Our lessees are obligated to conduct mining operations in compliance with all applicable federal, state and local laws and regulations. Because of extensive and comprehensive regulatory requirements, violations during mining operations are not unusual in the industry and, notwithstanding compliance efforts, we do not believe violations by our lessees can be eliminated completely. None of our lessees’ violations to date, or the monetary penalties assessed, have had a material adverse effect on us or, to our knowledge, on our lessees. We do not currently expect that future compliance will have a material adverse effect on us.

 

While it is not possible to quantify the costs of compliance by our lessees with all applicable federal and state laws, those costs have been and are expected to continue to be significant. The lessees post performance bonds pursuant to federal and state mining laws and regulations for the estimated costs of reclamation and mine closings, including the cost of treating mine water discharge when necessary. We do not accrue for such costs because our lessees are contractually liable for all costs relating to their mining operations, including the costs of reclamation and mine closure. Compliance with these laws has substantially increased the cost of coal mining for all domestic coal producers.

 

In addition, the utility industry, which is the most significant end-user of coal, is subject to extensive regulation regarding the environmental impact of its power generation activities which could affect demand for our lessees’ coal. The possibility exists that new legislation or regulations may be adopted which may have a significant impact on the mining operations of our lessees or their customers’ ability to use coal and may require us, our lessees or their customers to change operations significantly or incur substantial costs.

 

Our revenues and profitability will be adversely affected in the future if we are unable to replace or increase our reserves through acquisitions. Our management continues to focus on acquisitions of assets and energy sources necessary to meet the requirements of diverse markets and environmental regulations. Personnel were added in 2003 to evaluate acquisitions of coal reserves and coal industry-related infrastructure, and two acquisitions were completed in March and April 2005, respectively.

 

Natural Gas Midstream Segment Overview

 

On March 3, 2005, we completed the acquisition of Cantera Gas Resources, LLC (“Cantera”), a midstream gas gathering and processing company with primary locations in the mid-continent area of Oklahoma and the panhandle of Texas (the “Cantera Acquisition”).
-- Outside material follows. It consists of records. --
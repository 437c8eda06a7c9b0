import { describe, expect, it } from 'vitest';
import { SEARCH_DECISION_VERSION, type SearchDecision } from '@netbreeder/shared-types';
import { withFitnessNames } from './fitness-names.js';
import { describeChoice } from './champion-choice.js';
import { explainDecision } from './explain-lineage.js';

/** A regression run's exported words: no key names its fitness an accuracy, and the sentences give validation RMSE in the target's units. */

describe('withFitnessNames', () => {
  it('renames every accuracy key at any depth and keeps the values', () => {
    const doc = {
      validation: { accuracy: 0.5, loss: 1 },
      members: [{ validationAccuracy: 0.4, testAccuracy: 0.25, genome: { nodes: [{ id: 'd1' }] } }],
      trainingCurve: [{ trainAccuracy: 0.2, valAccuracy: null }],
      line: 'text values are left alone',
      nothing: null,
    };
    expect(withFitnessNames(doc)).toEqual({
      validation: { fitness: 0.5, loss: 1 },
      members: [{ validationFitness: 0.4, testFitness: 0.25, genome: { nodes: [{ id: 'd1' }] } }],
      trainingCurve: [{ trainFitness: 0.2, valFitness: null }],
      line: 'text values are left alone',
      nothing: null,
    });
    expect(JSON.stringify(withFitnessNames(doc))).not.toMatch(/accuracy/i);
  });
});

describe('describeChoice', () => {
  it("says a regression pick's validation score as RMSE in the target's units", () => {
    // fitness 0.8 = 1 / (1 + 0.25): standardised RMSE 0.25, times std 4 = RMSE 1 in the target's units.
    const pick = { by: 'pick' as const, genomeHash: 'a'.repeat(64), evaluationId: 'r1-s3-a1', valAccuracy: 0.8 };
    expect(describeChoice(pick, { std: 4 })).toContain('validation RMSE 1)');
    expect(describeChoice(pick)).toContain('validation 80.00%');
    expect(describeChoice({ by: 'rule', rule: { maxParams: 500 } }, { std: 4 })).toBe("By the run's champion rule: the best validation RMSE among results with at most 500 parameters.");
  });
});

describe('explainDecision', () => {
  it("tells a regression run's tournament in validation RMSE, never as a percentage", () => {
    const member = (hash: string, fitness: number) => ({ evaluationId: `r1-s${hash}-a1`, genomeHash: hash.repeat(64), fitness });
    const d: SearchDecision = { kind: 'parent-selected', version: SEARCH_DECISION_VERSION, reason: 'test', method: 'tournament', populationSize: 4, sampleSize: 2, drawn: [member('a', 0.8), member('b', 0.5)], winner: member('a', 0.8) };
    // fitness 0.8 → standardised RMSE 0.25 → 1 at std 4; fitness 0.5 → 1 → 4.
    expect(explainDecision(d, { std: 4 })).toBe('Its parent was chosen by drawing 2 of the 4 living members at random (`aaaaaaaaaaaa` RMSE 1, `bbbbbbbbbbbb` RMSE 4); the one of the lowest RMSE, `aaaaaaaaaaaa` (RMSE 1), won.');
    expect(explainDecision(d)).toContain('the most accurate of them, `aaaaaaaaaaaa` (80.0%), won.');
  });
});
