import { genomeHash, type RegressionTestScores } from '@netbreeder/shared-types';
import type { EvaluationRecord, RunRecord, RunStore } from '../store/run-store.js';
import { runReference } from './reference-network.js';
import { fourDigits } from './regression-scores.js';

/** One of the best `champion.topK` genomes by validation evidence, as the champion phase considered it (the `champion-candidates` event's schema). */
export type { ConsideredGenome } from '@netbreeder/shared-types';

/**
 * The search result a reference network's final training starts from (its seed, its learning
 * curve), or null when the run has none. The reference is trained whatever its score, so its
 * source may be a result that does not count (`eligible` refuses it: a quarantined worker's, or
 * one verification rejected) when no other exists; the final training then takes the job from it
 * (the coordinator wrote that) but not its learning curve (see `ChampionPhase.ensureJobs`).
 */
export function referenceSource(
  store: RunStore,
  run: RunRecord,
  pool: ReadonlyArray<{ id: string; genomeHash: string; seq: number; valAccuracy: number | null }>,
  eligible: (ev: EvaluationRecord) => boolean = () => true,
): { id: string; genomeHash: string; seq: number; valAccuracy: number | null } | null {
  const fitted = runReference(run);
  if (!fitted?.ok) return null;
  const hash = genomeHash(fitted.genome);
  const ranked = pool.find((e) => e.genomeHash === hash);
  if (ranked) return ranked;
  // Not among the best: its first evaluation, proposal 0, every attempt of it (a failed one still
  // gives the seed and budget), a done one that counts first.
  const attempts = Array.from({ length: run.config.evaluation.maxAttempts }, (_, i) => store.getEvaluation(`${run.id}-s0-a${i + 1}`)).filter(
    (e): e is EvaluationRecord => e?.genomeHash === hash,
  );
  const done = attempts.filter((e) => e.state === 'done');
  const source = done.find(eligible) ?? done[0] ?? attempts.at(-1);
  return source ? { id: source.id, genomeHash: hash, seq: source.seq, valAccuracy: source.valAccuracy } : null;
}

/** The champion's test score beside the reference network's, with the one plain line every report shows. */
export interface ReferenceComparison {
  /** `scored`: both have their test score; `pending`: the final trainings are not done; `skipped`: the reference could not fit the search space, or its final training failed; `off`: the run has no reference. */
  state: 'scored' | 'pending' | 'skipped' | 'off';
  referenceGenomeHash: string | null;
  championTestAccuracy: number | null;
  referenceTestAccuracy: number | null;
  /** Champion minus reference, in percentage points of test accuracy (regression: null; see the RMSEs). */
  points: number | null;
  /** Regression runs: the test RMSE of each, in the target's units. */
  championTestRmse?: number | null;
  referenceTestRmse?: number | null;
  /** True when the champion is the reference network itself. */
  championIsReference: boolean;
  line: string;
}

const pct = (v: number) => `${(v * 100).toFixed(2)}%`;

type ScoredOnTest = { genomeHash: string; testAccuracy: number; testRegression?: RegressionTestScores };

/** The plain line for a regression champion and reference, by test RMSE in the target's units (smaller is better). Pure. */
export function regressionComparisonLine(champion: ScoredOnTest & { testRegression: RegressionTestScores }, reference: ScoredOnTest & { testRegression: RegressionTestScores }): string {
  const c = champion.testRegression.rmse;
  const r = reference.testRegression.rmse;
  if (champion.genomeHash === reference.genomeHash) return `the search did not beat the reference network; it is exported as the champion (test RMSE ${fourDigits(r)})`;
  const scores = `test RMSE ${fourDigits(c)} against ${fourDigits(r)}`;
  if (c < r) return `the search's champion beats the reference network: ${((1 - c / r) * 100).toFixed(1)}% lower error (${scores})`;
  if (c === r) return `the search's champion ties the reference network on the test split (test RMSE ${fourDigits(c)})`;
  return `the champion, chosen on validation, has a ${((c / r - 1) * 100).toFixed(1)}% higher error than the reference network on the test split (${scores}); it stays the exported champion, since no choice is made on test scores`;
}

/** The plain line for a champion and a reference both scored once on the test split. Pure. */
export function comparisonLine(champion: { genomeHash: string; testAccuracy: number }, reference: { genomeHash: string; testAccuracy: number }): string {
  if (champion.genomeHash === reference.genomeHash) {
    return `the search did not beat the reference network; it is exported as the champion (test accuracy ${pct(reference.testAccuracy)})`;
  }
  const points = (champion.testAccuracy - reference.testAccuracy) * 100;
  const scores = `test accuracy ${pct(champion.testAccuracy)} against ${pct(reference.testAccuracy)}`;
  if (points > 0) return `the search's champion beats the reference network by ${points.toFixed(2)} points (${scores})`;
  if (points === 0) return `the search's champion ties the reference network on the test split (${pct(champion.testAccuracy)})`;
  return (
    `the champion, chosen on validation, scores ${(-points).toFixed(2)} points below the reference network on the test split (${scores}); ` +
    'it stays the exported champion, since no choice is made on test scores'
  );
}

/** The comparison of `runId` as the store has it now. */
export function referenceComparison(store: RunStore, runId: string): ReferenceComparison {
  const none = { referenceGenomeHash: null, championTestAccuracy: null, referenceTestAccuracy: null, points: null, championIsReference: false };
  const skipped = store.events(runId, 'reference-skipped').at(-1)?.detail;
  if (skipped) return { ...none, state: 'skipped', line: `no reference network in this run: ${skipped.reason}` };
  const planned = store.events(runId, 'reference-network').at(-1)?.detail;
  if (!planned) return { ...none, state: 'off', line: 'no reference network in this run (search.reference is off)' };
  const scored = store.events(runId, 'reference-scored').at(-1)?.detail;
  const champion = store.getChampion(runId);
  if (!scored && champion && store.getRun(runId)?.state === 'finished') {
    return { ...none, state: 'skipped', referenceGenomeHash: planned.genomeHash, championTestAccuracy: champion.testAccuracy, line: 'no comparison with the reference network: its final training failed (see the events)' };
  }
  if (!scored || !champion) {
    return { ...none, state: 'pending', referenceGenomeHash: planned.genomeHash, championTestAccuracy: champion?.testAccuracy ?? null, referenceTestAccuracy: scored?.testAccuracy ?? null, line: 'the reference network is compared with the champion once both finished their final training' };
  }
  const own = store.events(runId, 'champion-candidate-scored').map((e) => e.detail).find((d) => d.evaluationId === champion.evaluationId);
  if (own?.testRegression && scored.testRegression) {
    const mine = { ...own, testRegression: own.testRegression };
    return {
      state: 'scored',
      referenceGenomeHash: scored.genomeHash,
      championTestAccuracy: null,
      referenceTestAccuracy: null,
      points: null,
      championTestRmse: own.testRegression.rmse,
      referenceTestRmse: scored.testRegression.rmse,
      championIsReference: champion.genomeHash === scored.genomeHash,
      line: regressionComparisonLine(mine, { ...scored, testRegression: scored.testRegression }),
    };
  }
  return {
    state: 'scored',
    referenceGenomeHash: scored.genomeHash,
    championTestAccuracy: champion.testAccuracy,
    referenceTestAccuracy: scored.testAccuracy,
    points: Number(((champion.testAccuracy - scored.testAccuracy) * 100).toFixed(4)),
    championIsReference: champion.genomeHash === scored.genomeHash,
    line: comparisonLine(champion, scored),
  };
}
As a result of the Cantera Acquisition, we own and operate a significant set of midstream assets that includes approximately 3,400 miles of gas gathering pipelines and three natural gas processing facilities, which have 160 million cubic feet per day (MMcfd) of total capacity. Our midstream business derives revenues primarily from gas processing and gas purchase contracts with natural gas producers and from fees charged for gathering natural gas volumes and providing other related services. We also acquired Cantera’s natural gas marketing business, which aggregates third-party volumes and sells those volumes into intrastate pipeline systems, such as Enogex and ONEOK, and at market hubs accessed by various interstate pipelines. We believe the Cantera Acquisition will establish a platform for future growth in the natural gas midstream sector and will diversify our cash flows into another long-lived asset base. The total cash paid for the Cantera Acquisition was approximately $196 million, which we funded with a $110 million term loan and with borrowings under our revolving credit facility. We used the proceeds from our sale of common units in a subsequent public offering in March 2005 to repay our term loan in full and to reduce outstanding indebtedness under our revolving credit facility.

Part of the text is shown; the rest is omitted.